Why Original Research Matters
Original research has quietly become one of the most meaningful differentiators in marketing.
It gives brands something rare in a landscape of repetition: a voice that contributes rather than echoes.
1. It builds real authority
When your team publishes data that others cite, you move from an observer to a participant in the larger conversation. That shift doesn’t happen through volume; it happens through value. The credibility that comes from producing useful, verifiable insights compounds naturally through brand mentions, backlinks, and AI citations.
Original data draws attention because it’s genuinely helpful, not because it’s perfectly optimized.
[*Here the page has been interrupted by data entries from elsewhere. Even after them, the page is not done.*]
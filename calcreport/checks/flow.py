"""Checks of each pipe's flow: velocity limits, the flow regime, a check valve held open, the
exit loss of a submerged inlet.
"""

from __future__ import annotations

from typing import Any

from calcreport.checks.criteria import _say, _status, criterion
from calcreport.model.schema import EXIT_NOTE, Model
from calcreport.physics.friction import LAMINAR_LIMIT, TURBULENT_LIMIT
from calcreport.trace import Check


def _velocity(
    model: Model, pipe: dict[str, Any], pipe_id: str, side: str, case: str
) -> list[Check]:
    v = pipe["velocity"]["value"]
    name = f"{side}_velocity_max"
    limit, basis, ref, project = criterion(model, name)
    checks = [
        Check(
            id=f"velocity_max.{pipe_id}",
            title=f"Velocity in {side} pipe {pipe_id}",
            status=_status(v <= limit, project),
            value=v,
            unit="m/s",
            limit=limit,
            comparison="<=",
            basis=basis,
            reference=ref,
            case=case,
            step=pipe["velocity"].get("from", ""),
            message=""
            if v <= limit
            else f"{_say(model, v, 'm/s')} exceeds the {side} limit {_say(model, limit, 'm/s')}",
            margin=limit - v,
        )
    ]
    low, basis, ref, project = criterion(model, "velocity_min")
    checks.append(
        Check(
            id=f"velocity_min.{pipe_id}",
            title=f"Minimum velocity in pipe {pipe_id}",
            status=_status(v >= low, project),
            value=v,
            unit="m/s",
            limit=low,
            comparison=">=",
            basis=basis,
            reference=ref,
            case=case,
            step=pipe["velocity"].get("from", ""),
            message=""
            if v >= low
            else f"{_say(model, v, 'm/s')} is below {_say(model, low, 'm/s')}",
            margin=v - low,
        )
    )
    return checks


def _regime(pipe: dict[str, Any], pipe_id: str, case: str) -> Check:
    regime = pipe["regime"]
    Re = pipe["reynolds"]["value"]
    transition = regime == "transition"
    return Check(
        id=f"flow_regime.{pipe_id}",
        title=f"Flow regime in pipe {pipe_id}",
        status="review" if transition else "pass",
        value=Re,
        unit="",
        limit=None,
        comparison=f"not in {LAMINAR_LIMIT:g}-{TURBULENT_LIMIT:g}",
        basis=f"Friction factors between Re {LAMINAR_LIMIT:g} and {TURBULENT_LIMIT:g} are "
        "uncertain; Colebrook is used there as the conservative value",
        reference="moody_1944",
        case=case,
        step=pipe["reynolds"].get("from", ""),
        message=f"Re = {Re:.0f}: {regime} flow" + (" (transition band)" if transition else ""),
    )


def _exit_item(model: Model, case: str) -> Check | None:
    if model.destination.inlet != "submerged":
        return None
    has_exit = any(
        ft.kind == "exit" or EXIT_NOTE.search(ft.note)
        for pipe in model.pipes
        for ft in pipe.fittings
    )
    return Check(
        id="exit_loss_item",
        title="Exit loss of the submerged inlet is listed",
        status="pass" if has_exit else "review",
        value=None,
        unit="",
        limit=None,
        comparison="present",
        basis="The energy equation is written surface to surface: the exit loss (K = 1) "
        "must be a fitting item of the last pipe",
        reference="calcreport_conventions",
        case=case,
        message=""
        if has_exit
        else "no fitting item is noted as the exit; add "
        '{ K = 1.0, note = "exit" } to the last pipe if it discharges below the surface',
    )


def _check_valve(model: Model, pipe: dict[str, Any], pipe_id: str, case: str) -> Check:
    """A swing check valve below its full-lift velocity: its disc floats part-open."""
    v, v_min = pipe["velocity"]["value"], pipe["check_valve_min_velocity"]["value"]
    ok = v >= v_min
    return Check(
        id=f"check_valve_lift.{pipe_id}",
        title=f"Swing check valve in {pipe_id} held fully open",
        status="pass" if ok else "review",
        value=v,
        unit="m/s",
        limit=v_min,
        comparison=">=",
        basis="Below its full-lift velocity a swing check valve's disc floats part-open, "
        "chatters and wears, and its loss exceeds the fully-open K used here (Crane TP-410; "
        "constant from memory)",
        reference="crane_tp410",
        case=case,
        step=pipe["velocity"].get("from", ""),
        message=""
        if ok
        else f"{_say(model, v, 'm/s')} is below {_say(model, v_min, 'm/s')}: "
        "size the valve smaller or choose another type",
        margin=v - v_min,
    )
That kind of organic visibility tends to last much longer than quick-hit tactics ever do.
2. It extends the life of your ideas
A single research project can inform months of storytelling. A well-designed study becomes a foundation for articles, social posts, webinars, and campaigns – a source of truth you can revisit rather than reinvent.
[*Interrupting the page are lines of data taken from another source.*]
class _Report(
    FrontMatter,
    RatedDutySheet,
    SummarySection,
    StudySection,
    BasisSection,
    CalculationSection,
    RouteSections,
    ClosingSections,
):
    """Builds the story of one report from a trace."""

    def __init__(
        self,
        trace: dict[str, Any],
        input_text: str,
        figures: dict[str, Any],
        changes: Any = None,
        attached: tuple[Any, ...] = (),
        listing: str = "attached",
    ) -> None:
        self.changes = changes
        self.attached = attached
        self.listing = listing  # "attached" (the listing only as a file) or "full" (printed)
        self.marks: dict[str, str] = {}
        if changes is not None:
            self.marks = {i: "<b>Δ changed</b> " for i in changes.steps_changed}
            self.marks.update({i: "<b>Δ new</b> " for i in changes.steps_added})
        self.t = trace
        self.r = trace["results"]
        self.view = TraceView(trace)
        self.system = trace["project"]["units"]
        self.input_text = input_text
        self.figures = figures
        self.typeset: set[str] = set()  # equations already typeset, by function
        self.s = style.styles()
        self.figure_count = 0
        self.refs = {key: n for n, key in enumerate(trace["references"], start=1)}
        try:
            self.entered = tomllib.loads(input_text)
        except tomllib.TOMLDecodeError:
            self.entered = {}
        self.section_number = 0
        # Links: every step has an anchor key; a link to a step not worked in print lands
        # on its stage's section (the linked key -> that section's anchor).
        self.step_keys = {st["id"]: f"st{n}" for n, st in enumerate(trace["steps"])}
        self.linked: dict[str, tuple[str, str]] = {}  # anchor key -> (step id, fallback)
        self.used_by: dict[str, list[str]] = {}
        for st in trace["steps"]:
            for source in st["inputs"]:
                if source in self.step_keys:
                    self.used_by.setdefault(source, []).append(st["id"])

    # -- links -----------------------------------------------------------------------------
    def link(self, step_id: str, label: str | None = None) -> str:
        """Markup of ``label`` (default: the step id) linked to the step ``step_id``: its
        worked block, or where its stage stands when it is not worked in print; text with
        no link when ``step_id`` is no step."""
        shown = text(step_id if label is None else label)
        key = self.step_keys.get(step_id)
        if key is None:
            return shown
        self.linked.setdefault(key, (step_id, stage_anchor(self.steps_by_id[step_id])))
        return f'<a href="#{key}" color="{style.LINK}">{shown}</a>'

    def q_linked(
        self, quantity: dict[str, Any] | None, kind: str | None = None, sig: int = 4
    ) -> str:
        """:meth:`q`, linked to the step the value comes from (its ``from``) when one is."""
        source = quantity.get("from", "") if quantity else ""
        return self.link(source, self.q(quantity, kind, sig))

    # -- helpers ---------------------------------------------------------------------------
    def p(self, markup: str, st: Any = None) -> Paragraph:
        return Paragraph(markup, st or self.s.body)

    def heading(self, title: str, level: int = 1, numbered: bool = True) -> Paragraph:
        if not numbered:
            label = title
        elif level == 1:
            self.section_number += 1
            self.sub_number = 0
            label = f"{self.section_number}  {title}"
        else:
            self.sub_number += 1
            label = f"{self.section_number}.{self.sub_number}  {title}"
        para = Paragraph(escape(label), self.s.h1 if level == 1 else self.s.h2)
        para._toc = (level - 1, label)  # type: ignore[attr-defined]
        return para

    def q(self, quantity: dict[str, Any] | None, kind: str | None = None, sig: int = 4) -> str:
        if quantity is None:
            return "—"
        unit = quantity["unit"]
        kind = kind or KIND_OF_SI_UNIT.get(unit)
        if kind is None:
            return f"{fmt(quantity['value'], sig)} {pretty_unit(unit)}".strip()
        return show(quantity, kind, self.system, sig)

    def q_both(self, quantity: dict[str, Any], kind: str | None = None) -> str:
        """The value in the report's units, and in a US report the SI value beside it (the
        trace's own, for a checker comparing with the attached listing)."""
        kind = kind or KIND_OF_SI_UNIT.get(quantity["unit"])
        si = show(quantity, kind, "SI") if kind else self.q(quantity)
        us = show(quantity, kind, "US") if self.system == "US" and kind else si
        return si if us == si else f"{us} ({si})"  # kWh, rpm and s are the same in both

    def table(
        self,
        rows: list[list[Any]],
        widths: list[float],
        header: bool = True,
        extra: list[tuple[Any, ...]] | None = None,
        plain: bool = False,
    ) -> Table:
        cells = [
            [c if isinstance(c, Flowable) or plain else Paragraph(str(c), self.s.cell) for c in row]
            for row in rows
        ]
        table = Table(cells, colWidths=widths, repeatRows=1 if header else 0, hAlign="LEFT")
        commands: list[tuple[Any, ...]] = [
            ("VALIGN", (0, 0), (-1, -1), "TOP"),
            ("LINEBELOW", (0, 0), (-1, -1), 0.25, style.RULE),
            ("TOPPADDING", (0, 0), (-1, -1), 2),
            ("BOTTOMPADDING", (0, 0), (-1, -1), 2),
            ("LEFTPADDING", (0, 0), (-1, -1), 3),
            ("RIGHTPADDING", (0, 0), (-1, -1), 3),
        ]
        if header:
            commands += [
                ("BACKGROUND", (0, 0), (-1, 0), style.SHADE),
                ("LINEBELOW", (0, 0), (-1, 0), 0.8, style.INK),
            ]
        table.setStyle(TableStyle(commands + (extra or [])))
        return table

    def plain_table(
        self, rows: list[list[str]], widths: list[float], mono: tuple[int, ...] = ()
    ) -> Table:
        """A table of plain text, as :meth:`table` draws it: a cell whose text fits its
        column is set as a string (no paragraph layout: a long table of inputs costs a
        fraction of the time), a longer one as a wrapped paragraph. The columns in
        ``mono`` (after the header) are set in the monospaced face."""
        cells: list[list[Any]] = [[Paragraph(text(c), self.s.cell) for c in rows[0]]]
        for row in rows[1:]:
            line: list[Any] = []
            for n, value in enumerate(row):
                st = self.s.mono if n in mono else self.s.cell
                room = widths[n] - 6  # the cell's padding
                shown = plain(value)
                fits = stringWidth(shown, st.fontName, st.fontSize) <= room
                line.append(shown if fits else Paragraph(text(value), st))
            cells.append(line)
        extra: list[tuple[Any, ...]] = [
            ("FONT", (0, 0), (-1, -1), self.s.cell.fontName, self.s.cell.fontSize,
             self.s.cell.leading),
            *[("FONT", (n, 1), (n, -1), self.s.mono.fontName, self.s.mono.fontSize,
               self.s.cell.leading) for n in mono],
        ]  # fmt: skip
        return self.table(cells, widths, extra=extra, plain=True)

    def figure(self, key: str) -> list[Flowable]:
        fig = self.figures.get(key)
        if fig is None:
            return []
        from calcreport.report.vector import ChartFlowable

        self.figure_count += 1
        caption = f"Figure {self.figure_count} — {text(fig.title)}"
        return self.kept([ChartFlowable(fig.figure), self.p(caption, self.s.caption)])

    @staticmethod
    def kept(flowables: list[Flowable]) -> list[Flowable]:
        """``flowables`` kept on one page, and with a heading or lead paragraph before them
        (a KeepTogether would let the heading stay behind at the foot of a page)."""
        for f in flowables[:-1]:
            f.keepWithNext = 1  # type: ignore[attr-defined]
        return flowables

    def ref(self, key: str) -> str:
        return f"[{self.refs[key]}]" if key in self.refs else f"[{text(key)}]"

    def entered_value(self, key: str) -> str:
        node: Any = self.entered
        for part in re.findall(r"[^.\[\]]+|\[\d+\]", key):
            if part.startswith("["):
                index = int(part[1:-1]) - 1
                if not isinstance(node, list) or index >= len(node):
                    return ""
                node = node[index]
            else:
                if not isinstance(node, dict) or part not in node:
                    return ""
                node = node[part]
        return "" if isinstance(node, dict | list) else str(node)

    @property
    def width(self) -> float:
        page_w, _ = style.page_size(self.system)
        return page_w - style.PAGE["margin_left"] - style.PAGE["margin_right"]

    # -- sections --------------------------------------------------------------------------
    def story(self) -> list[Flowable]:
        story: list[Flowable] = []
        story += self.cover()
        story += [NextPageTemplate("body"), PageBreak()]
        rated = self.rated_duty_sheet()
        if rated:
            story += rated + [PageBreak()]
        story += self.summary()
        if self.changes is not None:
            story += [PageBreak()] + self.changes_page()
        contents_at = len(story)
        if "study" in self.r:  # the choice between offers, before the chosen one's calculation
            story += [CondPageBreak(CHAPTER_ROOM)] + self.choice()
        # A chapter starts on the page before it when enough of that page is left for its
        # heading and first figure or table: no page left two-thirds empty between them.
        story += [CondPageBreak(CHAPTER_ROOM)] + self.at_a_glance()
        story += [CondPageBreak(CHAPTER_ROOM)] + self.basis()
        story += [CondPageBreak(CHAPTER_ROOM)] + self.calculation()
        story += [CondPageBreak(80 * mm)] + self.checks()
        story += [CondPageBreak(CHAPTER_ROOM)] + self.charts()
        story += [CondPageBreak(90 * mm)] + self.cautions()
        story += [CondPageBreak(60 * mm)] + self.references()
        story += [CondPageBreak(CHAPTER_ROOM)] + self.appendix()
        # The contents list follows the summary on its page when it fits there: the canvas
        # writes one line a heading (chapters 15 pt, sections 12.5 pt) below its mark.
        levels = [f._toc[0] for f in story if getattr(f, "_toc", None) is not None]
        height = sum(15.0 if level == 0 else 12.5 for level in levels) + 6.0
        story[contents_at:contents_at] = [CondPageBreak(height + 40)] + self.contents(height)
        return story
It gives your team a shared narrative to build around, creating clarity, consistency, and efficiency across channels.
3. It clarifies thinking and alignment
Doing research forces a pause. It creates a chance to examine assumptions and ask hard questions: What do we actually know? What do we need to learn?
That process often sparks sharper strategy and better creative ideas. It aligns teams around insights rather than opinions, and that alignment tends to carry forward into how decisions are made and campaigns are measured.
As marketing continues to evolve, original research offers a robust playbook that frames your brand as the authoritative source, gives you endless vehicles for repurposing and leverage, and helps position your brand for greater visibility in AI search, SEO, and beyond.. It turns uncertainty into insight, and data into direction.
It’s a tactic that earns trust not by saying more, but by knowing more.